Having bought into that view, I'm not surprised to see fine art mostly used to signify and support wealth, power and status rather than criticize or interrogate it (despite all those bohemian claims to the contrary). I wholeheartedly believe in the possibility of critical art though - I think the best art calls things into question.
The problem for traditional art forms like painting and sculpture is that they generally exist as unique objects, which allows any criticality they do possess - any calling into question - to be defanged by their own patrons. The wealthiest people in the world can buy the most radical art in the world -- and lock it up in their homes (or more likely, their high end storage facilities) for decades, or at least until it’s safe to donate to a museum.
That’s what’s so great about what the art world calls “multiple” forms like music and books — where it’s possible to disseminate art to anyone with a few dollars. That type of art is much more slippery and insidious - way harder to control!
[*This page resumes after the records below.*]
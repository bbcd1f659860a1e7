"""`new`, `verify`, `migrate`, `backup`, `restore`, `move`, `merge`, `tui`: the book as a whole."""

from __future__ import annotations

from pathlib import Path
from typing import Annotated, Any, Optional

import typer

from kb.cli import exit_codes
from kb.cli.render import counted, wrapped
from kb.cli.session import Session, current_session
from kb.errors import SidepathError
from kb.plain import excerpt

Word = Optional[str]  # noqa: UP045 - typer reads the annotations at run time


def register(app: typer.Typer) -> None:
    """Add the commands of this file."""
    app.command("new")(new)
    app.command("verify")(verify)
    app.command("migrate")(migrate)
    app.command("backup")(backup)
    app.command("restore")(restore)
    app.command("move")(move)
    app.command("merge")(merge)
    app.command("tui")(tui)


def new() -> None:
    """Create an empty record book where --book says (else in your data directory); never overwrites."""
    from kb.book.keeping import create_book, grants_file

    session = current_session()
    path = create_book(session.settings.book)
    lines = wrapped(f"New record book at {path}")
    grants = grants_file(path)
    if grants is not None:
        lines += wrapped(f"Only you may use it so far. Grants for readers, contributors and curators: {grants}")
    session.answer({"book": path}, "\n".join(lines))


def verify() -> int:
    """Check the book from the file up to the facts derived from its runs."""
    session = current_session()
    with session.opened_if_possible() as book, session.progress("Verifying") as progress:
        checks = book.verify(progress)
    progress.check_stopped()
    ok = all(c.ok for c in checks)
    lines = [
        line for c in checks for line in wrapped(c.detail, 22, first=f"  {'ok ' if c.ok else 'BAD'} {c.name:<15} ")
    ]
    data = {"ok": ok, "checks": [{"name": c.name, "ok": c.ok, "detail": c.detail} for c in checks]}
    session.answer(data, "\n".join(["The book is sound." if ok else "The book has trouble:", *lines]))
    return exit_codes.DONE if ok else exit_codes.BOOK_TROUBLE


def migrate() -> None:
    """Bring an older book up to this program, after a backup; rebuild what an older recipe derived."""
    from kb.book import migrate_book

    session = current_session()
    with session.progress("Rebuilding") as progress:
        said = migrate_book(session.settings.book, progress)
    progress.check_stopped()
    session.answer({"done": said}, "\n".join(wrapped(said)))


def backup(
    target: Annotated[str, typer.Argument(help="File to write, or a folder for dated copies.")],
) -> None:
    """Copy the book while others may be writing; the copy is verified."""
    session = current_session()
    with session.opened(read_only=True) as book:
        path = book.backup(Path(target), keep=session.settings.backups_kept)
    session.answer({"backup": str(path)}, "\n".join(wrapped(f"Backed up to {path}; the copy was verified.")))


def restore(
    source: Annotated[str, typer.Argument(help="A backup.")],
    target: Annotated[str, typer.Argument(help="A new file, or a database without a book; never overwritten.")],
) -> None:
    """Make a book from a backup, in a new place, and verify it."""
    from kb.book import restore_book

    session = current_session()
    path = restore_book(source, target)
    text = f"Restored to {path} and verified. Move it where the group opens it."
    session.answer({"book": path}, "\n".join(wrapped(text)))


def move(
    target: Annotated[str, typer.Argument(metavar="TO", help="A new file, or the URL of a database without a book.")],
) -> None:
    """Carry the whole book over to a server or a file, compare row by row, and leave the old one as it is."""
    session = current_session()
    with session.opened(read_only=True) as book, session.progress("Moving") as progress:
        old = book.path
        moved = book.move(target, who=session.initials, progress=progress)
    text = (
        f"{counted(moved.rows['run'], 'run')} with all history, drafts, house rules and attached files are now at "
        f"{moved.book}; everything was read back and is the same. {old} was left as it is: write in the new book only. "
        "What is still written in the old one, `sidepath merge` takes over."
    )
    session.answer(moved.as_dict(), "\n".join(wrapped(text)))


def merge(other: Annotated[str, typer.Argument(help="The other book.")]) -> int:
    """Take in another book; twice, or the other way round, comes to the same."""
    session = current_session()
    with session.opened() as book, session.progress("Merging") as progress:
        report = book.merge(other, who=session.initials, progress=progress)
    added = counted(report.added, "run")
    lines = wrapped(f"{added} added, {report.updated} brought up to date, {report.same} the same.")
    for conflict in report.conflicts:
        lines += wrapped(
            f"{conflict.code}, {conflict.field}: "
            + " or ".join(f"{excerpt(repr(c.value), 100)} ({c.who})" for c in conflict.claims)
            + "; the first stands until somebody settles it (`sidepath settle`).",
            2,
        )
    if report.stopped:
        lines.append("Stopped; merge again to go on. Nothing is doubled.")
    session.answer(report.as_dict(), "\n".join(lines))
    return exit_codes.INTERRUPTED if report.stopped else exit_codes.DONE


def tui(
    serve: Annotated[bool, typer.Option("--serve", help="In a browser, on this machine only.")] = False,
    port: Annotated[int, typer.Option(min=1, max=65535)] = 8317,
) -> None:
    """Open the terminal interface."""
    session = current_session()
    if serve:
        from tui.serving import serve_on_loopback

        serve_on_loopback(session.settings.book, session.who, port)
        return
    open_terminal_interface(session)


def open_terminal_interface(session: Session) -> None:
    """Run the terminal interface until it is closed.

    Raises:
        SidepathError: there is no terminal to draw on.
    """
    import os
    import sys

    is_served = "TEXTUAL_DRIVER" in os.environ  # a browser session draws through pipes
    if not is_served and not (sys.stdin.isatty() and sys.stdout.isatty()):
        raise SidepathError("There is no terminal to draw on.", "Run `sidepath tui` in a terminal.")
    run_application: Any
    from tui.application import run_application

    run_application(session.settings.book, session.who)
On that theme of calling everything into question, please tell me about how your two graphic novels, Fantastic Life and The Rough Pearl, are concerned to do exactly this. Both works are set against backdrops of art worlds and academia. Fantastic Life takes place in Winnipeg, Canada, and the story involves multiple or many worlds theory. Anything you can share on this, and also regarding the fascinating idea of ‘appropriation art’ in relation to meanings, explored to great effect both here and also in your Captain Adam work?
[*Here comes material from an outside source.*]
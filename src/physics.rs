//! Thermal radiation between a hot surface and a person: SI `f64` in, SI `f64` out.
Okay, well, I suppose you could argue that there’s a lot of common ground behind “postmodern” strategies like appropriation and the implications of quantum mechanics. The history of the two movements is similar too – both had their early beginnings (considering Dada as a PoMo precursor) around the turn of the last century, both developed a lot during the first World War - often in Zurich! – and both came to fruition by around the 1960’s.
More to the point, both of them have at their core the idea that there’s no fixed single “truth” (speaking of calling things into question!) Instead, the world is seen as relative, conditional, contextual – something that changes with every new perspective.
Hugh Everett’s “Many Worlds” interpretation famously claims that the apparently singular universe we find ourselves in is actually just one iteration (or maybe inflection) of a “Universal Wavefunction” in which every possible universe actually exists, simultaneously. So reality itself is totally probabilistic in quantum mechanics.
Meanwhile, appropriation art has always used what John Cage called “chance operations” - the introduction of randomness into artmaking. In the case of my Captain Adam comic the entire story was made with a random process by cutting up a stack of old comic books into a pile of their smallest narrative unit, the “panel”, and then combining them blindly to try and create some sort of new narrative. A lot like William Burroughs’ “cut-ups” strategy, but with pictures too.
Those “swiped” drawings carried a lot more freight than the dialog - it was usually obvious that they were coming from totally specific genres, each with their own associations and tropes - so much so that I had to redraw them all and tone down the disjunctions a bit before anyone (besides me) could follow the “story” at all. I really liked watching all of the old meanings change as the cut-out panels (I called them “narremes” after the idea of “phonemes” in linguistics) jostled into each other in their new contexts.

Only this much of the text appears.